Since New York Mayor Andrew Cuomo first signed the bill that would allow the first ever medical cannabis program in the state 18 months ago, and this month was when the doors officially opened. While the bill had been talked about greatly by lawmakers over that period, the interest in people taking part in it has turned out very low.

The numbers provided by the New York State Department of Health show that a mere 166 patients have signed up with the program that will allow them to obtain medical cannabis. Out of the 79,000 active doctors in the entire state, only 226 have gone through the proper procedure to become eligible to prescribe cannabis to their patients.

New York deputy state director for the Drug Policy Alliance, Julie Netherland, says that “It’s hard for me to celebrate this as a success. I don’t think, for those of us who fought so hard to pass this bill, this is what we were fighting for.”
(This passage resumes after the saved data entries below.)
import { splitIntoSublayers, type SublayerSpacing } from '../profile/split-into-sublayers.js';
import { layerPreconsolidation } from '../profile/layer-preconsolidation.js';
import type { PreconsolidationBasis, SoilProfile, Sublayer } from '../profile/soil-profile.types.js';
import { soilProfileWarnings } from '../profile/soil-profile-warnings.js';
import { validateSoilProfile } from '../profile/validate-soil-profile.js';
import { verticalStressAtDepth } from '../profile/vertical-stress-at-depth.js';
import { waterUnitWeightOf } from '../profile/water-unit-weight-of.js';
import { timeFactorForDegree } from '../time-curves/time-factor-for-degree.js';
import { drainagePathLengthM } from '../time-rate/drainage-path-length.js';
import type { LayerParametersUsed, PrimaryMethod } from './settlement-check.types.js';

/** A sublayer with everything the settlement sum needs, fixed before any footing is looked at. */
export interface PreparedSublayer extends Sublayer {
  readonly initialEffectiveStressKpa: number;
  readonly preconsolidationKpa: number;
  /** How primary settlement is worked out: e–log σ′ (Cc, Cs, σ′p) or mv·Δσ′·H. */
  readonly primaryMethod: PrimaryMethod;
  /** null only on an mv layer given without e0. */
  readonly e0: number | null;
  /** 0 on an mv layer. */
  readonly cc: number;
  readonly cs: number;
  /** m²/kN; null on an e–log σ′ layer. */
  readonly mvM2PerKn: number | null;
  readonly cAlpha: number | null;
  readonly endOfPrimaryYears: number | null;
}

/** A layer with a modulus, for immediate settlement. */
export interface PreparedElasticLayer {
  readonly layerIndex: number;
  readonly topDepthM: number;
  readonly bottomDepthM: number;
  readonly elasticModulusKpa: number;
  readonly poissonRatio: number;
}

/** The ground model as the settlement check uses it. */
export interface SettlementModel {
  readonly sublayers: readonly PreparedSublayer[];
  /** The sublayers' mid-depths below ground, m, packed for the stress loop. */
  readonly midDepthsM: Float64Array;
  readonly elasticLayers: readonly PreparedElasticLayer[];
  readonly layers: readonly LayerParametersUsed[];
  readonly profileBottomM: number;
  readonly warnings: readonly string[];
}

/**
 * Turns a soil profile into the sublayers and elastic layers a settlement check
 * integrates over: σ′0 and σ′p at each sublayer's mid-depth, the drainage path
 * and end of primary consolidation of each clay layer, and a record of every
 * parameter used. A careful designer's defaults, each stated in a warning:
 * σ′p carried through each layer as a constant, by OCR or by POP
 * (layerPreconsolidation); none given → normally consolidated (the cautious
 * choice); σ′p below the in-situ stress at some depth → that part normally consolidated. A layer
 * with mv and no Cc settles by mv·Δσ′·H; with both, Cc is used and said so.
 *
 * @param profile the ground model
 * @param spacing sublayer count or maximum thickness
 * @param endOfPrimaryShare share of primary consolidation taken as its end (fraction)
 * @param caller public function name for messages
 * @returns the prepared model
 * @throws RangeError for an invalid profile, a missing cs on an overconsolidated layer, or a non-positive effective stress
 * @example prepareSettlementModel(profile, { maxThicknessM: 0.5 }, 0.95, 'runSettlementCheck').sublayers.length // 8 for a 4 m clay
 */
export function prepareSettlementModel(profile: SoilProfile, spacing: SublayerSpacing, endOfPrimaryShare: number, caller: string): SettlementModel {
  validateSoilProfile(profile, caller);
  const warnings: string[] = soilProfileWarnings(profile);
  const timeFactorAtEnd = timeFactorForDegree(endOfPrimaryShare);
  let topDepthM = 0;
  const layers: LayerParametersUsed[] = profile.layers.map((layer, layerIndex) => {
    const bottomDepthM = topDepthM + layer.thicknessM;
    const primaryMethod: PrimaryMethod | null =
      layer.e0 !== undefined && layer.cc !== undefined ? 'e-log-stress' : layer.mvM2PerKn !== undefined ? 'mv' : null;
    const compressible = primaryMethod !== null;
    const overconsolidated =
      (layer.ocr !== undefined && layer.ocr > 1) || layer.preconsolidationKpa !== undefined || (layer.preOverburdenPressureKpa !== undefined && layer.preOverburdenPressureKpa > 0);
    if (primaryMethod === 'e-log-stress' && overconsolidated && layer.cs === undefined) {
      throw new RangeError(`${caller} requires cs wherever the layer is overconsolidated (ocr > 1, preconsolidationKpa or preOverburdenPressureKpa > 0), in layer ${layerIndex + 1} (${layer.name})`);
    }
    const basisGiven = layerPreconsolidation(layer, 1).basis;
    const preconsolidationBasis: PreconsolidationBasis | null = !compressible ? null : primaryMethod === 'mv' && basisGiven === 'assumed-normally-consolidated' ? null : basisGiven;
    if (primaryMethod === 'e-log-stress' && layer.mvM2PerKn !== undefined) {
      warnings.push(`Layer ${layerIndex + 1} (${layer.name}) has both Cc and mv; its primary settlement uses Cc, e0 and σ′p, which follow the stress level, and mv is not used. Remove one if that is not what you mean.`);
    }
    if (primaryMethod === 'mv' && layer.cAlpha !== undefined && layer.e0 === undefined) {
      warnings.push(`Layer ${layerIndex + 1} (${layer.name}) has mv and Cα but no e0, so Cα/(1 + ep) cannot be had and its secondary compression is left out. Give e0 to include it.`);
    }
    if (preconsolidationBasis === 'assumed-normally-consolidated') {
      warnings.push(`Layer ${layerIndex + 1} (${layer.name}) has no σ′p, OCR or POP; it is treated as normally consolidated, the cautious choice. Give σ′p from the oedometer tests to refine it.`);
    }
    const drainagePathM =
      compressible && layer.drainageTop !== undefined && layer.drainageBottom !== undefined
        ? drainagePathLengthM({ thicknessM: layer.thicknessM, drainageTop: layer.drainageTop, drainageBottom: layer.drainageBottom })
        : null;
    const endOfPrimaryYears = drainagePathM !== null && layer.cvM2PerYr !== undefined ? (timeFactorAtEnd * drainagePathM * drainagePathM) / layer.cvM2PerYr : null;
    if (compressible && layer.cvM2PerYr === undefined) {
      warnings.push(`Layer ${layerIndex + 1} (${layer.name}) has no cv: its primary settlement is in the totals but not in the settlement–time curve, and its secondary compression cannot be dated. Give cv to include them.`);
    } else if (compressible && drainagePathM === null) {
      warnings.push(`Layer ${layerIndex + 1} (${layer.name}) is impermeable at both faces: it cannot consolidate by vertical drainage, so it adds nothing to the settlement–time curve. Check its drainage boundaries.`);
    }
    topDepthM = bottomDepthM;
    return {
      layerIndex,
      name: layer.name,
      topDepthM: bottomDepthM - layer.thicknessM,
      bottomDepthM,
      unitWeightKnPerM3: layer.unitWeightKnPerM3,
      saturatedUnitWeightKnPerM3: layer.saturatedUnitWeightKnPerM3,
      compressible,
      e0: layer.e0 ?? null,
      cc: layer.cc ?? null,
      cs: layer.cs ?? null,
      mvM2PerKn: layer.mvM2PerKn ?? null,
      primaryMethod,
      preconsolidationBasis,
      preconsolidationKpa: layer.preconsolidationKpa ?? null,
      ocr: layer.ocr ?? null,
      preOverburdenPressureKpa: layer.preOverburdenPressureKpa ?? null,
      cvM2PerYr: layer.cvM2PerYr ?? null,
      cAlpha: layer.cAlpha ?? null,
      elasticModulusKpa: layer.elasticModulusKpa ?? null,
      poissonRatio: layer.poissonRatio ?? null,
      drainageTop: layer.drainageTop ?? null,
      drainageBottom: layer.drainageBottom ?? null,
      drainagePathM,
      endOfPrimaryYears,
    };
  });
  const clampedLayers = new Set<number>();
  const sublayers = splitIntoSublayers(profile, spacing).map((sublayer): PreparedSublayer => {
    const layer = profile.layers[sublayer.layerIndex];
    const used = layers[sublayer.layerIndex];
    if (layer === undefined || used === undefined || used.primaryMethod === null) throw new RangeError(`${caller} requires a consistent profile`);
    const initialEffectiveStressKpa = verticalStressAtDepth(profile, sublayer.midDepthM).effectiveStressKpa;
    if (!(initialEffectiveStressKpa > 0)) {
      throw new RangeError(`${caller} requires a positive effective stress in layer ${sublayer.layerIndex + 1} (${layer.name}); check that saturated unit weights exceed the unit weight of water, ${waterUnitWeightOf(profile)} kN/m³`);
    }
    const given = layerPreconsolidation(layer, initialEffectiveStressKpa).preconsolidationKpa;
    if (given < initialEffectiveStressKpa && used.primaryMethod === 'e-log-stress') clampedLayers.add(sublayer.layerIndex);
    const cc = used.primaryMethod === 'e-log-stress' ? (layer.cc ?? 0) : 0;
    return {
      ...sublayer,
      initialEffectiveStressKpa,
      preconsolidationKpa: Math.max(given, initialEffectiveStressKpa),
      primaryMethod: used.primaryMethod,
      e0: layer.e0 ?? null,
      cc,
      cs: used.primaryMethod === 'e-log-stress' ? (layer.cs ?? cc) : 0,
      mvM2PerKn: used.primaryMethod === 'mv' ? (layer.mvM2PerKn ?? null) : null,
      cAlpha: layer.cAlpha ?? null,
      endOfPrimaryYears: used.endOfPrimaryYears,
    };
  });
  for (const layerIndex of clampedLayers) {
    const layer = profile.layers[layerIndex];
    warnings.push(`In layer ${layerIndex + 1} (${layer?.name ?? ''}) the given σ′p is below the in-situ effective stress at some depths; those sublayers are treated as normally consolidated. Check σ′p against the stress profile.`);
  }
  const elasticLayers: PreparedElasticLayer[] = layers.flatMap((used) =>
    used.elasticModulusKpa !== null && used.poissonRatio !== null
      ? [{ layerIndex: used.layerIndex, topDepthM: used.topDepthM, bottomDepthM: used.bottomDepthM, elasticModulusKpa: used.elasticModulusKpa, poissonRatio: used.poissonRatio }]
      : [],
  );
  if (elasticLayers.length === 0) warnings.push('No layer has both an elastic modulus and a Poisson’s ratio, so immediate settlement is zero. Give E and ν where immediate settlement matters.');
  const midDepthsM = Float64Array.from(sublayers, (sublayer) => sublayer.midDepthM);
  return { sublayers, midDepthsM, elasticLayers, layers, profileBottomM: topDepthM, warnings };
}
Technically, doctors can’t “prescribe” medical cannabis since it is still banned by the FDA, but they can recommend it only if they are certified. They must complete a $249, four-hour online course before they can then register with the state. This course covers such topics as dosing, effects, safety, and the science of medical cannabis and how it is applied to treat ten life-threatening or debilitating conditions. One in forty patients across the state, or around 500,000, are qualified to receive medical cannabis.

One reason why so few have signed up is because the list of qualified physicians hasn’t even been released to the public, instead the list will only be available to doctors. “That creates another barrier for patients. They don’t have a way to find the physicians who are enrolled, and not enough physicians are enrolled in the first place,” said Netherland.

Another concern is the affordability of cannabis for medical use which is often daily. The laws specify that insurance will not cover medical cannabis, so patients have to pay for it out of their own pocket. Advocates have been promoting the idea of the Department of Health creating a charity pool from the tax revenue collected from selling cannabis, and using that to help lower income people. “Now we’re left with the goodwill of the five producers. Whether they voluntarily choose to provide a discount or system for low-income patients remains to be seen,” Netherland said.

This theme is similar here in Canada, where local dispensaries are providing the majority of medical cannabis to people instead of the licensed producer system in place. People are voting with their dollars, and the results show that so far people prefer what the dispensaries have to offer when compared with the LPs. The New York situation obviously has a long ways to go and with a ton of room for improvement.